Lyme disease is probably the most common vectored disease in the world. Its causative agent is a spirochete: Borrelia burgdorferi. Borrelia normally requires both a tick host of the Ixodes genus and a warm-blooded host to complete its infectious cycle, but insects may occasionally also be vectors, transmitting Borrelia from one host to another.

Spirochetes undergo multiple changes as the ticks are biting their warm-blooded host. But these pale in comparison with the changes that occur inside a human.

Inside the Human

If left alone once inside a warm-blooded host, spirochetes move through the blood stream, reproduce slowly, produce blebs, change shape, and move into the host's organs and tissues where they give off toxins that often reduce host mobility. Reduced host mobility increases the probability that new ticks will find and bite the infected host and transfer the spirochetes to more vertebrates.
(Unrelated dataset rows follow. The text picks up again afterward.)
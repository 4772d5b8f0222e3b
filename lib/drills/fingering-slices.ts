/**
 * Slices for the fingering search: the notes of one hand grouped by onset (a chord or a single note),
 * with the candidate finger tuples of each slice.
 */
import type { Hand, NoteEvent } from "../score/types";

/** Notes struck together by one hand, distinct pitches low to high. */
export interface Slice {
  /** Distinct MIDI numbers, ascending (at most five). */
  readonly midis: readonly number[];
  /** Indexes into the input events, per distinct pitch. */
  readonly members: readonly (readonly number[])[];
  /** Candidate finger tuples, one finger per distinct pitch. */
  readonly states: readonly (readonly number[])[];
  /** 0-based measure index of the slice. */
  readonly measure: number;
  /** True when no note of the hand sounds just before this slice (a rest: the hand can lift). */
  readonly lift: boolean;
  /** Onset in quarter notes. */
  readonly onset: number;
  /** A grace note (ornament) slice. */
  readonly grace: boolean;
  /** Per distinct pitch: when it stops sounding (ties included), in quarter notes. */
  readonly ends: readonly number[];
}

/** The slices plus where tie continuations take their finger from. */
export interface SliceSet {
  readonly slices: readonly Slice[];
  /** Event index → index of the struck event it continues (tied notes keep their finger). */
  readonly tiedTo: ReadonlyMap<number, number>;
  /** The finger written in the score per input event (chord stacks spread over the chord), or null. */
  readonly written: readonly (number | null)[];
}

const COMBOS: readonly (readonly number[])[][] = buildCombos();
/** One-finger states, by finger (shared, never changed). */
const SINGLE: readonly (readonly (readonly number[])[])[] = [1, 2, 3, 4, 5].map((f) => [[f]]);
/** The same tuples falling, for the left hand (built once). */
const REVERSED: readonly (readonly number[])[][] = COMBOS.map((ts) => ts.map((t) => [...t].reverse()));

function buildCombos(): (readonly number[])[][] {
  const byLength: (readonly number[])[][] = [[], [], [], [], [], []];
  for (let mask = 1; mask < 32; mask++) {
    const fingers = [1, 2, 3, 4, 5].filter((f) => mask & (1 << (f - 1)));
    byLength[fingers.length]!.push(fingers);
  }
  return byLength;
}

/**
 * Finger tuples for `count` distinct pitches, low to high: rising for the right hand, falling for the
 * left (the left hand mirrors the right), filtered by fixed fingers (null = free).
 *
 * @example
 * candidateStates(2, "right", [null, null]).length // 10
 * candidateStates(1, "left", [3]) // [[3]]
 */
export function candidateStates(count: number, hand: Hand, fixed: readonly (number | null)[]): (readonly number[])[] {
  const oriented = (hand === "right" ? COMBOS : REVERSED)[count] ?? [];
  if (fixed.every((f) => f == null)) return oriented;
  const ok = oriented.filter((t) => t.every((f, i) => fixed[i] == null || fixed[i] === f));
  return ok.length > 0 ? ok : oriented;
}

function givenFinger(e: NoteEvent): number | null {
  const f = e.fingering?.[0]?.finger;
  return f !== undefined && f >= 1 && f <= 5 ? f : null;
}

/**
 * Written fingers of one chord (events struck together by one hand). Notation programs often store a
 * chord's stacked fingering ("1 2 3" printed in a column) on one note of the chord: when one note
 * carries as many plain marks (no substitution, no alternate) as its voice's chord has keys and no
 * other note is marked, the marks go to those keys in the hand's order — rising fingers with rising pitch in the
 * right hand, falling in the left. Otherwise each note keeps its own first mark.
 *
 * @example
 * chordWrittenFingers([d5With123, fSharp5, a5], "right") // [1, 2, 3]
 */
export function chordWrittenFingers(chord: readonly NoteEvent[], hand: Hand): (number | null)[] {
  const own = chord.map(givenFinger);
  const marked = chord.filter((e) => e.fingering?.length);
  const holder = marked[0];
  const stack = holder?.fingering;
  if (marked.length !== 1 || !stack || stack.length < 2) return own;
  // The stack belongs to the holder's own chord (its voice), not to other voices struck with it.
  const keys = [...new Set(chord.filter((e) => e.voice === holder.voice).map((e) => e.pitch?.midi ?? -1))].sort((a, b) => a - b);
  if (stack.length !== keys.length) return own;
  if (stack.some((m) => m.substitution || m.alternate || m.finger < 1 || m.finger > 5)) return own;
  const fingers = stack.map((m) => m.finger).sort((a, b) => (hand === "right" ? a - b : b - a));
  if (new Set(fingers).size !== fingers.length) return own;
  return chord.map((e, k) => (e.voice === holder.voice ? fingers[keys.indexOf(e.pitch?.midi ?? -1)] ?? null : own[k]!));
}

/** Keep at most five pitches: the outer two and the inner ones spread evenly. */
function keepFive(midis: number[]): number[] {
  if (midis.length <= 5) return midis;
  const picks = [0, 1, 2, 3, 4].map((i) => Math.round((i * (midis.length - 1)) / 4));
  return picks.map((i) => midis[i]!);
}

/**
 * Group one hand's events into slices. Rests are skipped; a note continuing a tie keeps the finger of
 * the note it continues; grace notes come before the note they ornament, each on its own. `hints`
 * (per event, null = none) narrow a slice's candidates when they fit it; written fingerings win.
 *
 * @example
 * buildSlices(events, "right").slices.length // number of distinct onsets with struck notes
 */
export function buildSlices(events: readonly NoteEvent[], hand: Hand, hints?: readonly (number | null)[]): SliceSet {
  const order = events.map((_, i) => i).filter((i) => events[i]!.pitch !== null);
  const onset = new Float64Array(events.length);
  for (const i of order) onset[i] = events[i]!.onset.valueOf();
  order.sort((a, b) => {
    const ea = events[a]!;
    const eb = events[b]!;
    const d = onset[a]! - onset[b]!;
    if (d !== 0) return d;
    if (!!ea.grace !== !!eb.grace) return ea.grace ? -1 : 1;
    return a - b;
  });
  const tiedTo = new Map<number, number>();
  const lastStruck = new Map<number, number>();
  const tieEnd = new Map<number, number>();
  const groups: number[][] = [];
  let prevKey: number | null = null;
  for (const i of order) {
    const e = events[i]!;
    const midi = e.pitch!.midi;
    // A tie continues the last struck note of this key only if that note (with its ties) sounds until here.
    if ((e.tie === "stop" || e.tie === "continue") && lastStruck.has(midi) && Math.abs(tieEnd.get(midi)! - onset[i]!) < 1e-9) {
      tiedTo.set(i, lastStruck.get(midi)!);
      tieEnd.set(midi, onset[i]! + e.duration.valueOf());
      continue;
    }
    lastStruck.set(midi, i);
    tieEnd.set(midi, onset[i]! + e.duration.valueOf());
    const key = e.onset.valueOf();
    if (e.grace || prevKey === null || key !== prevKey || events[groups.at(-1)![0]!]!.grace) {
      groups.push([i]);
    } else {
      groups.at(-1)!.push(i);
    }
    prevKey = key;
  }
  const written: (number | null)[] = events.map(() => null);
  for (const g of groups) {
    const fingers = g.length === 1 ? [givenFinger(events[g[0]!]!)] : chordWrittenFingers(g.map((i) => events[i]!), hand);
    g.forEach((i, k) => { written[i] = fingers[k] ?? null; });
  }
  // Sounding end per struck event, tied continuations included; a slice lifts when nothing sounds before it.
  const end = new Float64Array(events.length);
  for (const g of groups) for (const i of g) end[i] = onset[i]! + events[i]!.duration.valueOf();
  for (const [i, from] of tiedTo) end[from] = Math.max(end[from]!, onset[i]! + events[i]!.duration.valueOf());
  let sounding = -Infinity;
  const lifts = groups.map((g) => {
    const t = onset[g[0]!]!;
    const lift = sounding > -Infinity && sounding < t - 1e-9;
    for (const i of g) sounding = Math.max(sounding, end[i]!);
    return lift;
  });
  const slices = groups.map((g, gi): Slice => {
    const lift = lifts[gi]!;
    const t = onset[g[0]!]!;
    if (g.length === 1) {
      // A single note (the common case): its written finger, else its hint, else any finger.
      const i = g[0]!;
      const f = written[i] ?? hints?.[i] ?? null;
      const states = f !== null && f >= 1 && f <= 5 ? SINGLE[f - 1]! : COMBOS[1]!;
      return { midis: [events[i]!.pitch!.midi], members: [g], states, measure: events[i]!.measure, lift, onset: t, grace: !!events[i]!.grace, ends: [end[i]!] };
    }
    const all = [...new Set(g.map((i) => events[i]!.pitch!.midi))].sort((a, b) => a - b);
    const midis = keepFive(all);
    const members = midis.map((m) => g.filter((i) => events[i]!.pitch!.midi === m));
    const given = members.map((ms) => ms.map((i) => written[i] ?? null).find((f) => f !== null) ?? null);
    let states = candidateStates(midis.length, hand, given);
    if (hints) {
      // A hint (a finger carried over from elsewhere) narrows the choice only when it fits the slice.
      const hinted = members.map((ms, j) => given[j] ?? ms.map((i) => hints[i] ?? null).find((f) => f !== null) ?? null);
      const narrowed = states.filter((t) => t.every((f, j) => hinted[j] == null || hinted[j] === f));
      if (narrowed.length > 0) states = narrowed;
    }
    const ends = members.map((ms) => Math.max(...ms.map((i) => end[i]!)));
    return { midis, members, states, measure: events[g[0]!]!.measure, lift, onset: t, grace: false, ends };
  });
  return { slices, tiedTo, written };
}

/**
 * The finger written in the score for an event (first mark), or null.
 *
 * @example
 * scoreFinger(event) // 3 when the score shows "3"
 */
export function scoreFinger(e: NoteEvent): number | null {
  return givenFinger(e);
}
Spirochetes Release “Cluster Bombs”

Each active bacterium releases into the body thousands of infectious packages, called blebs. Although the bacteria reproduce only about once every two weeks, these blebs are produced almost continuously, are hyper infective and appear to cause most of the symptoms of LD. Blebs are a sort of smoke screen against the immune system. As immune cells and antibodies are attacking the blebs, the bacteria (hidden inside other cells) can continue to release more blebs without injury. Since blebs are not true cells, they may be destroyed without eliminating the actual bacteria.

Borrelia Attacks our Immune System
Our immune response is slowed down and even rendered ineffective by bacteria that can rapidly change their surface characteristics. Borrelia's ability to swiftly generate new combinations of surface proteins while the tick is feeding makes it important to remove I. scapularis ticks early in the feeding bout. But it is even more important to be treated as soon after infection begins as possible. If Borrelia are given time to change their surface proteins and develop other defenses against our immune systems and antibiotics, Borrelia may become able to escape our most concerted efforts to eradicate them.
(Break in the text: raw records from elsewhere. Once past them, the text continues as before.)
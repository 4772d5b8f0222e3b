import { describe, expect, test } from "vitest";
import { buildScore, type NoteSpec } from "../score/test-builders";
import { difficultyMap, hardestBars } from "./difficulty";
import { intervalName } from "./difficulty-bars";
import { parseNoteName } from "./note-builder";
import { profileFromInches } from "./hand";

/** Eight eighth notes per 4/4 bar from note names (chords as "C4+E4"), on one staff. */
function bar(bar: number, names: string[], staff = 1): NoteSpec[] {
  return names.flatMap((n, k) => n.split("+").map((p) => ({ pitch: p, onset: bar * 4 + k / 2, duration: 0.5, staff })));
}
const scale = ["C4", "D4", "E4", "F4", "G4", "A4", "B4", "C5"];
const tenths = ["C4+E5", "D4+F5", "C4+E5", "D4+F5", "C4+E5", "D4+F5", "C4+E5", "D4+F5"];

describe("difficultyMap", () => {
  const score = buildScore({
    bars: 4,
    notes: [...bar(0, scale), ...bar(1, tenths), ...bar(3, scale.slice().reverse()), ...bar(0, ["C3", "G3", "E3", "G3", "C3", "G3", "E3", "G3"], 2)],
  });
  const map = difficultyMap(score);
  test("one value per bar and hand, all within 0–1", () => {
    expect(map.right).toHaveLength(4);
    expect(map.left).toHaveLength(4);
    for (const v of [...map.right, ...map.left]) {
      expect(v).toBeGreaterThanOrEqual(0);
      expect(v).toBeLessThanOrEqual(1);
    }
  });
  test("empty bars score 0 and a bar of tenths scores above a bar of scale", () => {
    expect(map.right[2]).toBe(0);
    expect(map.left[1]).toBe(0);
    expect(map.right[1]!).toBeGreaterThan(map.right[0]!);
    expect(map.right[1]!).toBeGreaterThan(0.9); // tenths are over the default profile's practical limit
    expect(map.right[0]!).toBeLessThan(0.5); // plain scale work is easy
  });
  test("a bigger hand finds the tenth bar easier (PASK 8.5-in benchmark, FACTS.md §4)", () => {
    const big = difficultyMap(score, { profile: profileFromInches(9.5) });
    expect(big.right[1]!).toBeLessThan(map.right[1]!);
  });
});

describe("hardestBars", () => {
  const score = buildScore({
    bars: 3,
    notes: [
      ...bar(0, scale),
      ...bar(1, tenths),
      // semitone trills: busy but narrow
      ...bar(2, ["C#4", "D4", "C#4", "D4", "D#4", "E4", "D#4", "E4"]),
    ],
  });
  test("the tenth bar comes first, with the reason in plain words (212.3 mm, FACTS.md §1)", () => {
    const top = hardestBars(score, 2);
    expect(top).toHaveLength(2);
    expect(top[0]!.measure).toBe(1);
    expect(top[0]!.number).toBe("2");
    expect(top[0]!.hand).toBe("right");
    expect(top[0]!.reasons[0]).toBe("stretch of a tenth (212 mm)");
    expect(top[0]!.score).toBeGreaterThanOrEqual(top[1]!.score);
  });
  test("n limits the list and every entry has a reason", () => {
    expect(hardestBars(score, 0)).toEqual([]);
    for (const h of hardestBars(score, 10)) expect(h.reasons.length).toBeGreaterThan(0);
  });
  test("position changes are named for a leaping line", () => {
    const leaps = buildScore({ bars: 1, notes: bar(0, ["C4", "C5", "D4", "D5", "E4", "E5", "F4", "F5"]) });
    const [top] = hardestBars(leaps, 1);
    expect(top!.reasons).toContain("many position changes");
  });
  test("thumb on black keys is named when the written fingering puts it there", () => {
    const notes = bar(0, ["E4", "F#4", "G4", "F#4", "E4", "F#4", "G4", "F#4"]).map((n, i) => ({
      ...n, extra: { fingering: [{ finger: i % 2 === 1 ? 1 : 2 }] },
    }));
    const [top] = hardestBars(buildScore({ bars: 1, notes }), 1);
    expect(top!.reasons).toContain("thumb on black keys");
  });
});

describe("intervalName (staff steps, common practice)", () => {
  test.each([
    ["C4", "E5", "a tenth"],
    ["C4", "C5", "an octave"],
    ["A4", "C6", "a tenth"],
    ["F3", "F2", "an octave"],
    ["C4", "F5", "an eleventh"],
  ])("%s–%s is %s", (a, b, name) => {
    expect(intervalName(parseNoteName(a), parseNoteName(b))).toBe(name);
  });
});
Spirochetes are Shape Shifters

As if the arsenal of attack by ticks and spirochetes does not perplex the host's immune system enough, the bacteria will change their characteristics when the host marshalls defenses against the spirochetes. They seem to have programs that instruct them to:
  • Produce new forms of both surface protein groups (vlsE and Osp).
  • Change shape and discard surface proteins.
  • Move from the blood stream into body fluids.
  • Enter cells and become invisible to antibodies and killer T-cells.
  • Destroy immune system cells.
  • Hide behind the blood-brain barrier where many antibiotics cannot penetrate.
There are no fewer than three shapes of Borrelia, two of which are highly infective:
  • the spirochetal form,
  • an L-form that discards its cell wall and integrated surface proteins, and
  • a cystic form that enters cells and becomes inactive.
The infective shapes of Borrelia disrupt cell function, destroy connections between them, and eventually kill the cells. Being inactive, the cystic form is resistant to antibiotics, does not present antigens to the immune system, and escapes destruction from most medications. The few medications that are active against the cystic forms are dangerous.

Neurological Damage

Most neurological damage in the body is caused by the L-form of Borrelia. This form easily enters cells, can break into small round cells (cocci), and in the nervous system, disrupts connections (synapses), destroys neurons and their supporting tissues, and produce holes (lesions) in the brain that cannot be repaired. These changes become manifest as:
  • altered sensory perception,
  • forgetfulness,
  • muscle weakness,
  • slow or rapid heartbeat,
  • low or high blood pressure,
  • personality changes,
  • dementia – sometimes extreme,
  • “Lyme rage,”
  • and many others.
A full blown disease with these characteristics needs a multi-pronged attack to be eliminated.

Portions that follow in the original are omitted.